In the presented paper, we have introduced a semantic model based on privacy as contextual integrity. One limitation of our semantic model is the lack of validation by privacy engineers. This point is expected to be solved in our future work. The other limitation is the creation of relationships among classes. For some exemplary cases of privacy issues, describing the relationships becomes a difficult task due to the complexity and dependencies between classes and instances. In addition, the model does not yet cover cases such as, identifying bystanders who have not given consent and are accidentally recorded and what mitigations should be employed to reduce privacy risks; however, they are not ruled out for the next stages of model development.

During the literature review and creation of the model, we encountered some privacy challenges in the field. One is the inferred information (extracted information of other individuals) not provided explicitly by a single user. However, it could be extracted from the user’s data by knowledge discovery methods, which is mathematically described in [6] as a situated information flow theory. We believe that this challenge could be described in the semantic model by using instances of the classes Asset, Actions, Attributes, and Security&PrivacyIssues based on studies on knowledge discovery. The second is the description of the consequences of the privacy preferences of a social group, which may affect an individual’s privacy preferences. This problem is called Digital Exclusion, and it is discussed in [18]. Unfortunately, this particular problem is not described in the semantic model yet. Such problems seem to be closer to an ethical and philosophic issue than a technical issue. Nevertheless, the use of technology affects these issues. For these reasons, the inclusion of socio-technological models as part of the design cycle of a technological product becomes essential to achieve systems that respect social norms and the integrity of individuals.
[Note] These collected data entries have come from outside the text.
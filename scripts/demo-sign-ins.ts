import { roleWords } from '@/lib/inspection/roles';
import { demoPeople } from '@/db/seeds/demo-people';

/** Prints the demo people with their sign-ins, a line each. */
for (const person of demoPeople) {
  console.log(`${roleWords[person.role].padEnd(20)}${person.email.padEnd(36)}${person.password}`);
}
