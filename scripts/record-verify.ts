import { closeDatabase } from '@/db/connection';
import { verifyRecord } from '@/lib/server/record-verify';
import { setLocalEnvironment } from './setup/local-environment.mjs';

/** Checks the whole record. Ends with 1 when anything in it is not what was written. */
setLocalEnvironment();
try {
  const { projects, streams, entries, problems, heads } = await verifyRecord();
  for (const head of heads) {
    console.log(`${head.projectId} ${head.pourId ?? 'own stream'} no. ${head.seq} ${head.hash ?? '-'}`);
  }
  for (const problem of problems) console.error(problem);
  console.log(
    `${entries} entries in ${streams} streams of ${projects} projects: ${problems.length === 0 ? 'the record is as it was written' : `${problems.length} problems`}.`,
  );
  process.exitCode = problems.length === 0 ? 0 : 1;
} finally {
  await closeDatabase();
}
Bridging the gap between Nissenbaum’s theory, in which privacy is understood as contextual integrity (CI), and IoT system design, we provide a preliminary version of a semantic model to understand what aspects may affect an individual’s privacy using IoT devices. The model aims to be an educational tool for professionals in business informatics during the modeling and designing process of a product which may gather sensitive data or may infer sensitive information, giving an understanding of the interaction of the product and its footprint with diverse actors (humans or machines). Moreover, the model can be helpful for organizations that conduct a privacy impact assessment, research ethics in pervasive data, and developers to get information on where and what could impact individuals’ privacy by relations among attributes, sensors, and actors. We believe that this model may also contribute to the initiative of the Software Bill of Material of the National Telecommunications and Information Administration of the US (NTIA) for enhancing transparency in software by including the influence of third-party software over users’ privacy and privacy statements, along with security vulnerabilities [13].

In the future, a further complete model of the presented may also target other groups, such as law enforcement bodies, as part of their educational training in such systems. The presented paper is a theoretical proposal and is considered for future implementation and validation as future work.